Let's see what happens when we make a mutable copy :
[@"a" mutableCopy] :
    __NSCFString         0x7fdf1ac10630   1

A real String object is created, with its proper address on the heap, and a nice, brand-new-object retain count of 1.

Now what if we copy this object :

[[@"a" mutableCopy] copy] :
    __NSCFConstantString 0x7fff768183d0   -1

NSString just returned a Constant String out of nowhere !

Is there something special with @"a"? What if we build the "a" string in a more subtle manner :

[NSString stringWithFormat:@"%s","a"] :
    __NSCFConstantString 0x7fff768183d0   -1
[[[@"path/a" lastPathComponent] mutableCopy] copy] :
    __NSCFConstantString 0x7fff768183d0   -1

We still get the Constant String object !

Let’s try some other :

[[@"b" mutableCopy] copy] :
    __NSCFConstantString 0x7fff7682b9f0   -1
[[@"$" mutableCopy] copy] :
    __NSCFConstantString 0x7fff7682b770   -1
[[@"/" mutableCopy] copy] :
    __NSCFConstantString 0x7fff76822310   -1
[[@"€" mutableCopy] copy] :
    __NSCFString         0x1001076b0      1
[[@"§" mutableCopy] copy] :
    __NSCFString         0x100106e30      1
[[@"ab" mutableCopy] copy] :
    __NSCFString         0x100103230      1

Well, apparently, single-ASCII-character NSStrings are very special :

When you build a “single-ASCII-character” NSString in your code, what you get is the constant from the framework.

Let’s dig a little dipper.

Yummy, memory

Here’s what the memory around 0x7fff768183d0 looks like :

0x7fff768183d0:383E8176FF7F0000 C807000000000000 E4F7688CFF7F0000 0100000000000000 
0x7fff768183f0:383E8176FF7F0000 C807000000000000 E6F7688CFF7F0000 0200000000000000 
0x7fff76818410:383E8176FF7F0000 C807000000000000 E9F7688CFF7F0000 0300000000000000 
0x7fff76818430:383E8176FF7F0000 C807000000000000 EDF7688CFF7F0000 1700000000000000 

What do we have here ? Fist thing to notice, it’s the same structure every 32 bytes. What we see is a bunch of Objective-C objects, each 32 byte in size.
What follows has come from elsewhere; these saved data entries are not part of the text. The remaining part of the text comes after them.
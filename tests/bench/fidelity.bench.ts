import { createComplexImage } from '../../src/core/complex-image.ts';
import {
  DEFAULT_LESION_REPLICAS,
  type LesionSpec,
  phantomLesionSet,
  runLesionStudy,
} from '../../src/fidelity/index.ts';
import { getPhantom } from '../../src/phantoms/index.ts';
import { planCells } from '../../src/plan/plan-cells.ts';
import { runCell } from '../../src/plan/run-cell.ts';
import { validatePlan } from '../../src/plan/validate-plan.ts';
import type { ReconInput } from '../../src/recon/method.ts';
import { zeroFilledImage } from '../../src/recon/zero-filled.ts';
import { sheppLoganLesionCase } from '../fidelity/lesion-case.ts';
import { type BenchRow, medianMs, medianWallAndCpuMs } from './timing.ts';

/**
 * Cost of a lesion study at 256² (modified Shepp–Logan, 6 disc lesions of 4 px at 5 % contrast,
 * random lines R = 4 with 16 ACS rows, σ = mean object intensity / 30): the paired zero-filled
 * reconstructions plus 10 noise replicas, against one zero-filled reconstruction of prepared
 * data. Every run of the study also draws its noise (2·256² normals) and masks the data, which a
 * plain reconstruction of stored k-space does not; the known-σ path needs no replicas.
 */
export async function benchFidelity(): Promise<BenchRow[]> {
  const n = 256;
  const lesions: LesionSpec = { count: 6, diameter: 4, contrast: 0.05, shape: 'disc', seed: 1 };
  const { set, mask, sigma } = sheppLoganLesionCase(n, lesions, { acceleration: 4, acs: 16, seed: 1 });
  const reconstruct = (input: ReconInput) => zeroFilledImage(input).image;
  const kspace = createComplexImage(n, n);
  for (let i = 0; i < mask.length; i++) {
    if (!mask[i]) continue;
    kspace.data[2 * i] = set.without.data[2 * i];
    kspace.data[2 * i + 1] = set.without.data[2 * i + 1];
  }
  const one = await medianMs(() => reconstruct({ kspace, mask }), 9, 2);
  const base = { ...set, mask, sigma, seed: 3, reconstruct };
  const replicas = await medianMs(
    () => runLesionStudy({ ...base, noise: { kind: 'replicas', count: 10 } }),
    5,
    1,
  );
  const known = await medianMs(() => runLesionStudy({ ...base, noise: { kind: 'zero-filled' } }), 5, 1);
  const setup = await medianMs(
    () => phantomLesionSet(getPhantom('shepp-logan-modified'), n, n, lesions),
    3,
    1,
  );
  return [
    ...(await benchLesionCells()),
    { name: `zero-filled ${n}×${n}, one reconstruction`, medianMs: one },
    {
      name: `lesion study ${n}×${n}: paired + 10 replicas`,
      medianMs: replicas,
      note: `${(replicas / one).toFixed(1)}× one reconstruction (12 reconstructions + noise draws)`,
    },
    {
      name: `lesion study ${n}×${n}: paired, known σ`,
      medianMs: known,
      note: `${(known / one).toFixed(1)}× one reconstruction (2 reconstructions + one noise-kernel FFT)`,
    },
    { name: `lesion set ${n}×${n}: phantom + 6 lesions, k-space and templates`, medianMs: setup },
  ];
}

/**
 * The cost of a lesion study per plan cell: one cell (acquisition, reconstruction, scoring) with
 * `lesions` (6 discs of 3 px, 5 %) against the same cell without, at 256², random lines R = 4 with
 * 24 ACS rows, from one run. The study shares the base run (its image is the lesion-free run, its
 * noise draw the with-lesion run's), so it adds one reconstruction, plus the replicas where the
 * noise is not known in closed form (every method but zero-filled, default count) and its own
 * bookkeeping. Each case reports the ratio of medians in CPU time (this process, all threads: the
 * cost) and in wall time, against the goal of at most 3× the plain cell (docs/design.md §3.11,
 * "Cost of a lesion study").
 */
async function benchLesionCells(): Promise<BenchRow[]> {
  const lesions = { count: 6, diameter: 3, contrast: 0.05 };
  const cases = [
    { label: 'zero-filled, SNR 40 (known σ)', method: { name: 'zero-filled' }, noise: { snr: 40 } },
    { label: 'cs-tv 30 iterations, noiseless', method: { name: 'cs-tv', iterations: 30 }, noise: undefined },
    {
      label: `cs-tv 30 iterations, SNR 40 (${DEFAULT_LESION_REPLICAS} replicas, the default)`,
      method: { name: 'cs-tv', iterations: 30 },
      noise: { snr: 40 },
    },
  ];
  const goal = 3;
  const rows: BenchRow[] = [];
  for (const { label, method, noise } of cases) {
    const body = (withLesions: boolean) => ({
      source: { phantom: 'shepp-logan-modified' },
      matrix: { nx: 256, ny: 256 },
      protocol: { trMs: 500 },
      patterns: [{ pattern: 'cartesian-random', acs: 24 }],
      accelerations: [4],
      methods: [method],
      seeds: 1,
      ...(noise ? { noise } : {}),
      ...(withLesions ? { lesions } : {}),
    });
    const plain = await validatePlan(body(false));
    const studied = await validatePlan(body(true));
    const runs = method.name === 'zero-filled' ? 7 : 3;
    const without = await medianWallAndCpuMs(() => runCell(plain, planCells(plain)[1]), runs, 1);
    const withStudy = await medianWallAndCpuMs(() => runCell(studied, planCells(studied)[1]), runs, 1);
    const cpuRatio = withStudy.cpuMs / without.cpuMs;
    const wallRatio = withStudy.wallMs / without.wallMs;
    rows.push(
      {
        name: `plan cell 256², ${label}`,
        medianMs: without.wallMs,
        note: `CPU ${without.cpuMs.toFixed(0)} ms`,
      },
      {
        name: `plan cell 256², ${label}, with 6 lesions`,
        medianMs: withStudy.wallMs,
        note:
          `lesion study cell / plain cell: ${cpuRatio.toFixed(2)}× CPU, ${wallRatio.toFixed(2)}× wall ` +
          `(CPU ${withStudy.cpuMs.toFixed(0)} ms); goal ≤ ${goal}×: ${cpuRatio <= goal ? 'met' : 'not met'}`,
      },
    );
  }
  return rows;
}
The first group of 8 bytes is a pointer (always the same), as well as the third group.

In Objective-C, the first ivar in an object is the isa pointer, it points to the Class of the object. 2

(lldb) po 0x7FFF76813E38
$0 = 140735181569592 __NSCFConstantString
(lldb) po [__NSCFConstantString class]
$5 = 0x00007fff76813e38 __NSCFConstantString

As expected, this is a pointer to our __NSCFConstantString class.
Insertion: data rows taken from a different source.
import { execFileSync } from 'node:child_process';
import { mkdtempSync, rmSync, statSync } from 'node:fs';
import { tmpdir } from 'node:os';
import { join } from 'node:path';
import { fileURLToPath } from 'node:url';
import { type BenchRow, median } from './timing.ts';

const coils = 8;
const [nx, ny, nz] = [64, 64, 32];
const size = `${coils} coils ${nx}×${ny}×${nz}`;

/**
 * 3D raw data: a fully sampled 8-coil 64×64×32 ISMRMRD file (2× readout oversampling, 4 noise
 * scans) written by tests/reference/generate_ismrmrd_3d_fixture.py --bench (Debian's python3-h5py),
 * read by readRawKspace in a fresh process (raw-import-probe.ts), and one 3D plan cell from it
 * (Poisson-disc R = 4 on the 64×32 ky–kz plane, zero-filled, 64 x-planes of 8 coils in one thread)
 * in another (raw-volume-cell-process.ts), each with its peak resident set.
 */
export async function benchRaw3d(): Promise<BenchRow[]> {
  const folder = mkdtempSync(join(tmpdir(), 'kspace-bench-raw-3d-'));
  try {
    const file = join(folder, 'volume-3d.h5');
    const script = fileURLToPath(new URL('../reference/generate_ismrmrd_3d_fixture.py', import.meta.url));
    execFileSync('/usr/bin/python3', [script, '--bench', file, ...[coils, nx, ny, nz].map(String)], {
      stdio: 'ignore',
    });
    const mib = `${(statSync(file).size / 2 ** 20).toFixed(1)} MiB file`;
    const node = (probe: string, args: string[]) => {
      const path = fileURLToPath(new URL(probe, import.meta.url));
      const out = execFileSync(process.execPath, ['--import', 'tsx', path, ...args], { encoding: 'utf8' });
      return JSON.parse(out.trim().split('\n').pop() as string);
    };
    const read = node('./raw-import-probe.ts', ['read', file]);
    const cell = node('./raw-volume-cell-process.ts', [file, JSON.stringify({ name: 'zero-filled' }), '3']);
    return [
      {
        name: `readRawKspace, 3D ${size} ISMRMRD`,
        medianMs: read.medianMs,
        note: `${mib}; peak RSS ${read.peakRssMiB.toFixed(0)} MiB (process at start ${read.baselineRssMiB.toFixed(0)} MiB)`,
      },
      {
        name: `3D cell from raw ${size}, zero-filled`,
        medianMs: median(cell.wallMs),
        note:
          `runs ${cell.wallMs.map((t: number) => t.toFixed(0)).join(', ')} ms after an import of ${cell.importMs.toFixed(0)} ms; ` +
          `peak RSS ${cell.peakRssMiB.toFixed(0)} MiB (process at start ${cell.baselineRssMiB.toFixed(0)} MiB); NRMSE ${cell.nrmse.toFixed(4)}`,
      },
    ];
  } finally {
    rmSync(folder, { recursive: true, force: true });
  }
}
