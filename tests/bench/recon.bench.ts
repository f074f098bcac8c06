import { fft2c, ifft2c } from '../../src/core/centered-fft.ts';
import { createComplexImage } from '../../src/core/complex-image.ts';
import { reconstruct } from '../../src/recon/index.ts';
import { poissonDiscAcquisition } from '../recon/helpers.ts';
import { type BenchRow, cpuMs, median } from './timing.ts';

/**
 * Reconstruction cost at 256×256 (modified Shepp–Logan, analytic k-space, Poisson-disc R = 4):
 * cs-tv 100 iterations and lowrank-hankel (7×7 window, default rank and weighting) 50 iterations,
 * each also per iteration and as the ratio of one iteration to one fft2c + ifft2c pair — the
 * FFT-bound floor of a method that needs one transform pair per iteration. Tolerance 0 so every
 * iteration runs. The reference pair is re-measured (mean of a batch of 10) just before each of the
 * 3 runs and the ratio is the median of the 3 per-run ratios, in wall time and in this process's
 * CPU time (steadier on a shared machine, where a long run is preempted more often than short
 * ones). Wall timer resolution ≈ 1 µs; CPU time is accounted by the kernel in ticks of a few ms.
 */
export async function benchRecon(): Promise<BenchRow[]> {
  const n = 256;
  const { kspace, sampled } = poissonDiscAcquisition('shepp-logan-modified', n, 24, 1);
  const input = { kspace, mask: sampled.mask, density: sampled.density };

  const scratch = createComplexImage(n, n);
  scratch.data.set(kspace.data);
  // One batch of 10 pairs: long enough for CPU-time accounting (kernel ticks of a few ms).
  const pair = (): { wall: number; cpu: number } => {
    const w0 = performance.now();
    const c0 = cpuMs();
    for (let i = 0; i < 10; i++) {
      fft2c(scratch, scratch);
      ifft2c(scratch, scratch);
    }
    return { wall: (performance.now() - w0) / 10, cpu: (cpuMs() - c0) / 10 };
  };
  pair();
  const rows: BenchRow[] = [];
  const pairWalls: number[] = [];
  const cases = [
    { label: 'cs-tv', iterations: 100, method: { name: 'cs-tv' as const, iterations: 100, tolerance: 0 } },
    {
      label: 'lowrank-hankel w=7',
      iterations: 50,
      method: { name: 'lowrank-hankel' as const, kernel: 7, iterations: 50, tolerance: 0 },
    },
  ];
  const caseRows: BenchRow[] = [];
  for (const c of cases) {
    reconstruct(input, { ...c.method, iterations: 2 });
    const totals: number[] = [];
    const wallRatios: number[] = [];
    const cpuRatios: number[] = [];
    for (let run = 0; run < 3; run++) {
      const reference = pair();
      pairWalls.push(reference.wall);
      const w0 = performance.now();
      const c0 = cpuMs();
      reconstruct(input, c.method);
      const cpu = (cpuMs() - c0) / c.iterations;
      const wall = performance.now() - w0;
      totals.push(wall);
      wallRatios.push(wall / c.iterations / reference.wall);
      cpuRatios.push(cpu / reference.cpu);
    }
    const total = median(totals);
    caseRows.push({ name: `${c.label} ${n}×${n}, ${c.iterations} iterations`, medianMs: total });
    caseRows.push({
      name: `${c.label} ${n}×${n}, per iteration`,
      medianMs: total / c.iterations,
      note:
        `${median(wallRatios).toFixed(2)}× one fft2c+ifft2c pair in wall time, ` +
        `${median(cpuRatios).toFixed(2)}× in CPU time (medians of 3 runs, pair re-measured before each)`,
    });
  }
  rows.push({ name: `fft2c+ifft2c ${n}×${n} (reference pair)`, medianMs: median(pairWalls) });
  return [...rows, ...caseRows];
}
What about the other pointer in our object ?

(lldb) p (char*) 0x7FFF8C68F7E4
(char *) $9 = 0x00007fff8c68f7e4 "a"

Well, here’s our data : a C string. These are the symbols for Foundation’s constant strings.

OK, to sum up

As we’ve seen, NSString can do some tricky optimizations with constant strings. This is actually possible because NSString is immutable. All of this would be much harder if all string objects were mutable.

Since NSString is a Class Cluster, none of the objects we’ve seen is just an NSString or an NSMutableString. 3 Rather than having a big string class that can handle every use, we have a number of specific implementations, tailored for every corner case.

  1. Of course, you should never use -retainCount

  2. It’s a little-endian machine : pointers in memory are “backwards”. 

  3. Actually, it’s very hard, if not pointless, to create an object of the NSString class.